Facebook Inc and Mr Zuckerberg, Founder, Chairman, and CEO  and largest shareholder by far,  haven’t had a good few weeks.  The recent outage of its platforms irritated users globally and it seriously embarrassed the company, especially when it emerged that its internal systems were impacted too. A sizeable chunk of 3 billion users were affected leading to much press comment on what happened – see here, for example. In addition, a whistle-blower interviewed on US TV, by the Wall Street Journal, and questioned by a US congressional committee  provided an insight to the company that was both damaging and a reinforcement of the widespread perception that the company’s  overwhelming focus is on capturing users and monetising their data over anything else.

At two o’clock in the morning recently, the Badger found himself cogitating on Facebook’s woes while listening in the dark to an unrelated BBC World Service programme during which a professor frequently made the point that ‘nothing lasts forever’.  The professor’s truism struck a chord that felt relevant to the social media giant whose dominance has grown progressively since it floated publicly in 2012.    Now, just a decade since it floated and with recent events reinforcing concerns about its power, the clamour for regulation and even break-up is gaining real momentum in politicians of all persuasions.

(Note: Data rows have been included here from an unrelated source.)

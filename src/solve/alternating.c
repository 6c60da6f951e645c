/* SPDX-License-Identifier: MIT
 *
 * Ridge alternation: the longer side given the shorter one, the shorter one given the longer (Zhou, Wilkinson,
 * Schreiber, Pan 2008, LNCS 5034, 337-348, section 3; with an orthonormal frame for the side that is held: Hastie,
 * Mazumder, Lee, Zadeh 2015, JMLR 16, 3367-3402, section 2).
 *
 *     minimise  f(X) = 1/2 |P(X - T)|^2 + lambda/2 |X|^2
 *
 *     symbol   name      shape
 *     U        basis     short x r, orthonormal
 *     W        weights   long x r,  X = U W'
 *     Q        frame     long x r, orthonormal
 *     V                  short x r, X = V Q'
 *
 * One iteration:
 *     1. Q from W = Q B by QR.
 *     2. V_i = (Q_i'Q_i + lambda I)^-1 Q_i't_i for every line i of the shorter side, Q_i the rows of Q seen in it.
 *     3. U from V = U C by QR.
 *     4. W_j = (U_j'U_j + lambda I)^-1 U_j't_j for every line j of the longer side; then residual and
 *        gradient (projection.c).
 *
 * A frame with orthonormal columns has |V Q'| = |V|, so that 2 and 4 minimise f itself, each over a linear space that X
 * lies in: f falls from step to step whatever the table is, and there is no step length to find. Where f falls no more,
 * X is stationary in both spaces, hence on the manifold of matrices of rank r.
 *
 * Departures: the first paper puts the ridge on both factors, weighted by the cells of a line; here it is that of the
 * other solvers, on X, so that all end in the same minimum.
 *
 * The error falls by a factor a sweep, which is near 0 where every direction is seen well, and near 1 where a part of
 * the table hardly hangs together with the rest: on tables with many cells a line three or four sweeps are enough, on
 * those with few the conjugate gradients and the trust region leave it behind. Extrapolating the sweeps (Winlaw, Hynes,
 * Caterini, De Sterck 2015) was left out: it has a pass to pay and three or four sweeps to save on.
 *
 * Cost an iteration: |seen| (2 r^2 + 7r), (m + n) (r^3/6 + 2 r^2). Workspace: four matrices of the shorter side, two of
 * the longer. Parallel in the passes only, which give the same bits for any number of workers.
 */
#include "solve/solve_internal.h"

#include <math.h>

struct alternating {
    struct projection projection; /* its spare matrix holds Q while a step lasts */
    struct arena arena;
    struct matrix basis, turned; /* U as it was; g (W'W)^-1 */
    struct matrix metric;        /* (W'W)^-1 */
    double *factor, *inverse;    /* of W'W, packed */
    struct solve_measure measure;
};

/* tr(g (W'W)^-1 g'), by one product of the whole of g. */
static double steepness_of(struct alternating *at)
{
    struct projection *p = &at->projection;
    if (!projection_metric(p, at->factor))
        return 0;
    packed_inverse(at->factor, p->rank, at->inverse);
    for (size_t i = 0; i < p->rank; i++)
        for (size_t j = 0; j <= i; j++)
            MATRIX_AT(at->metric, i, j) = MATRIX_AT(at->metric, j, i) = at->inverse[packed_size(i) + j];
    tall_multiply(p->field->problem->context, 1, p->gradient, at->metric, 0, at->turned);
    return tall_dot(p->field->problem->context, at->turned, p->gradient);
}

static void point_measure(struct alternating *at, double step)
{
    const struct projection *p = &at->projection;
    at->measure = (struct solve_measure){
        .objective = p->objective, .square = p->square, .gradient = sqrt(fmax(steepness_of(at), 0)), .step = step};
}

static void alternating_destroy(fescue_context *context, void **state)
{
    struct alternating *at = *state;
    arena_close(context, &at->arena);
    memory_give(context, state);
}

static fescue_status alternating_create(struct field *field, const struct low_rank *point, void **state)
{
    fescue_context *context = field->problem->context;
    struct alternating *at;
    size_t rank = point->rank, shorter = point->rows <= point->columns ? point->rows : point->columns;
    fescue_status status = TAKE(context, 1, &at);
    if (status != FESCUE_OK)
        return status;
    *state = at;
    projection_reserve(&at->arena, field, rank);
    matrix_reserve(&at->arena, shorter, rank);
    matrix_reserve(&at->arena, shorter, rank);
    matrix_reserve(&at->arena, rank, rank);
    arena_reserve(&at->arena, packed_size(rank), sizeof(double));
    arena_reserve(&at->arena, packed_size(rank), sizeof(double));
    TRY(arena_open(context, &at->arena));
    projection_carve(&at->arena, field, point, &at->projection);
    TRY(sweep_arrange(&field->sweep, at->projection.by_short));
    at->basis = matrix_carve(&at->arena, shorter, rank);
    at->turned = matrix_carve(&at->arena, shorter, rank);
    at->metric = matrix_carve(&at->arena, rank, rank);
    at->factor = arena_carve(&at->arena, packed_size(rank), sizeof(double));
    at->inverse = arena_carve(&at->arena, packed_size(rank), sizeof(double));
    projection_evaluate(&at->projection);
    point_measure(at, 0);
done:
    if (status != FESCUE_OK)
        alternating_destroy(context, state);
    return status;
}

/* Steps 1 to 4, from the projection's weights to its basis and weights. */
static fescue_status sides_solve(struct projection *p)
{
    fescue_context *context = p->field->problem->context;
    struct matrix none = {0}, frame = p->spare;
    fescue_status status;
    tall_copy(context, p->weights, NULL, frame);
    TRY(dense_qr(context, frame, none, p->dense));
    sweep_solve(&p->field->sweep, p->by_short, frame, p->ridge, p->basis, NULL);
    TRY(dense_qr(context, p->basis, none, p->dense));
    projection_evaluate(p);
done:
    return status;
}

static fescue_status alternating_step(void *state, bool *moved)
{
    struct alternating *at = state;
    struct projection *p = &at->projection;
    struct line line = line_start(p->field->problem, &at->measure, 0);
    tall_copy(p->field->problem->context, p->basis, NULL, at->basis);
    fescue_status status = sides_solve(p);
    *moved = status == FESCUE_OK && line_accepts(&line, 1, p->objective);
    if (*moved) {
        point_measure(at, 1);
    } else {
        tall_copy(p->field->problem->context, at->basis, NULL, p->basis);
        projection_evaluate(p);
    }
    return status;
}

static void alternating_measure(const void *state, struct solve_measure *measure)
{
    *measure = ((const struct alternating *)state)->measure;
}

static size_t alternating_keep(void *state, struct memo_part parts[SOLVER_PARTS])
{
    struct alternating *at = state;
    parts[0] = matrix_part(at->projection.basis);
    parts[1] = (struct memo_part){&at->measure.step, sizeof at->measure.step};
    return 2;
}

static void alternating_resume(void *state)
{
    struct alternating *at = state;
    projection_evaluate(&at->projection);
    point_measure(at, at->measure.step);
}

static fescue_status alternating_point_write(void *state, struct low_rank *point)
{
    return projection_write(&((struct alternating *)state)->projection, point);
}

const struct solver alternating_solver = {
    .name = "alternating",
    .summary = "ridge alternation: each side in closed form given the other, in turns",
    .width = 1,
    .create = alternating_create,
    .measure = alternating_measure,
    .step = alternating_step,
    .keep = alternating_keep,
    .resume = alternating_resume,
    .point_write = alternating_point_write,
    .destroy = alternating_destroy,
};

It feels like Facebook is now truly facing ‘nothing is forever’ headwinds. As pointed out here, it’s not technology that’s at the root of the company’s problems and negative perceptions, it’s the business model.  

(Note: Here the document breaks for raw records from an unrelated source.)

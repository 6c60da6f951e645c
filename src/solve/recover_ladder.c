/* SPDX-License-Identifier: MIT
 *
 * Starting strategy: all components at once, from a strong ridge down to none.
 *
 * From the spectral start, with s_k the singular values relative to the first and p the share seen, on each rung
 *
 *     ridge_k = mu p / (s_k^2 + 0.3 mu),      mu = 1, 0.9, 0.81, ...
 *
 * with three trust region steps, the frame turned and the ridges set anew before each. Components with s_k^2 well above
 * mu go free; those below are held, at 3 p, which shrinks them to a quarter but does not kill them: they wait until mu
 * has come down to them, and rise when the residual calls for them. So a flat spectrum comes as a whole, as with an
 * even ridge, and a falling one by and by, as with growth; and nothing has to be told which it is. The penalty is
 * the tangent of mu log(s^2 + 0.3 mu), a smoothed log-determinant whose smoothing goes down with its strength (as in
 * reweighted least squares: Mohan, Fazel 2012).
 *
 * Recovered of 8 tables of 300 x 300, rank 5, 1.3 times as many cells as unknowns, condition 1, 3, 10, 1000:
 * 8, 8, 8, 6; an even ridge with the same rungs: 8, 2, 0, 0. One step a rung: 7, 7, 8; a factor of 0.8: 7, 7, 8, 1.
 *
 * The ladder is left when Newton's steps can finish (descent_is_near) or when ten rungs did not lower the residual by
 * one per cent: what is left of it is noise, or a minimum that is not the table's.
 */
#include "solve/recover_internal.h"

#include <math.h>

static const struct trust_rules rules = {.accuracy = 0.1, .inner_most = 200, .exact = false};
static const double smoothing = 0.3;
static const double last_rung = 1e-5; /* beyond a condition of 300 growth does better */
enum { STILL_RUNGS = 10 };
static const double still = 0.99, near = 0.3;

static fescue_status rung_step(struct descent *descent, double mu)
{
    struct projection *p = &descent->projection;
    const struct cells *target = &descent->field.problem->target;
    double density = (double)target->count / ((double)target->rows * (double)target->columns);
    bool moved;
    fescue_status status = descent_turn(descent);
    if (status != FESCUE_OK)
        return status;
    for (size_t k = 0; k < p->rank; k++) {
        double s = p->spectrum[0] > 0 ? p->spectrum[k] / p->spectrum[0] : 1;
        p->ridge[k] = mu * density / (s * s + smoothing * mu);
    }
    trust_start(&descent->trust);
    return trust_step(&descent->trust, &rules, &moved);
}

fescue_status recover_ladder(const struct recover_request *request, struct low_rank *out)
{
    struct descent descent;
    double lowest = INFINITY;
    int waited = 0;
    bool late = false, open = false;
    fescue_status status = start_spectral(request->problem, request->rank, request->seed, out);
    if (status != FESCUE_OK || request->rank == 0)
        return status;
    TRY(descent_open(request->problem, out, &descent));
    open = true;
    for (double mu = 1; mu > last_rung && waited < STILL_RUNGS && !late; mu *= request->weight) {
        for (int step = 0; step < request->steps && !late; step++) {
            TRY(recover_pause(request, &late));
            TRY(rung_step(&descent, mu));
        }
        if (descent_is_near(&descent, near))
            break;
        waited = descent.projection.square < still * lowest ? 0 : waited + 1;
        if (waited == 0)
            lowest = descent.projection.square;
    }
    TRY(projection_write(&descent.projection, out));
done:
    if (open)
        descent_close(&descent);
    return status;
}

Cogitations in the dark about the outage and whistle-blower claims crystalised into raised eyebrows that Facebook could have internal and external facing systems impacted by the same single point of failure, and ambivalence about the whistle-blower’s assertions given that truth is rarely as purported by one party in an argument.  Thoughts moved on to how the Badger’s use of the company’s social media platforms has significantly waned over the years as a greater appreciation of how the company uses and monetises content developed. Then there was a moment of clarity in the darkness. ‘Nothing lasts forever’ applies directly to Mr Zuckerberg’s roles as Founder, Chairman, and Chief Executive too!

Mr Zuckerberg holds both the Chairman and CEO roles, which many will argue provides a clear line of command through the whole company. However, it places a disproportionate authority in the hands of one individual.  The two roles are different, and the best corporate governance principles hold that they shouldn’t be held by the same individual. Facebook floated almost 10 years ago and so perhaps it’s time for Mr Zuckerberg to realise that ‘nothing lasts forever’ and that the time is right for him to step back and let others navigate the choppy waters of the company’s future?  With this thought in mind, the Badger turned the radio off and went to sleep.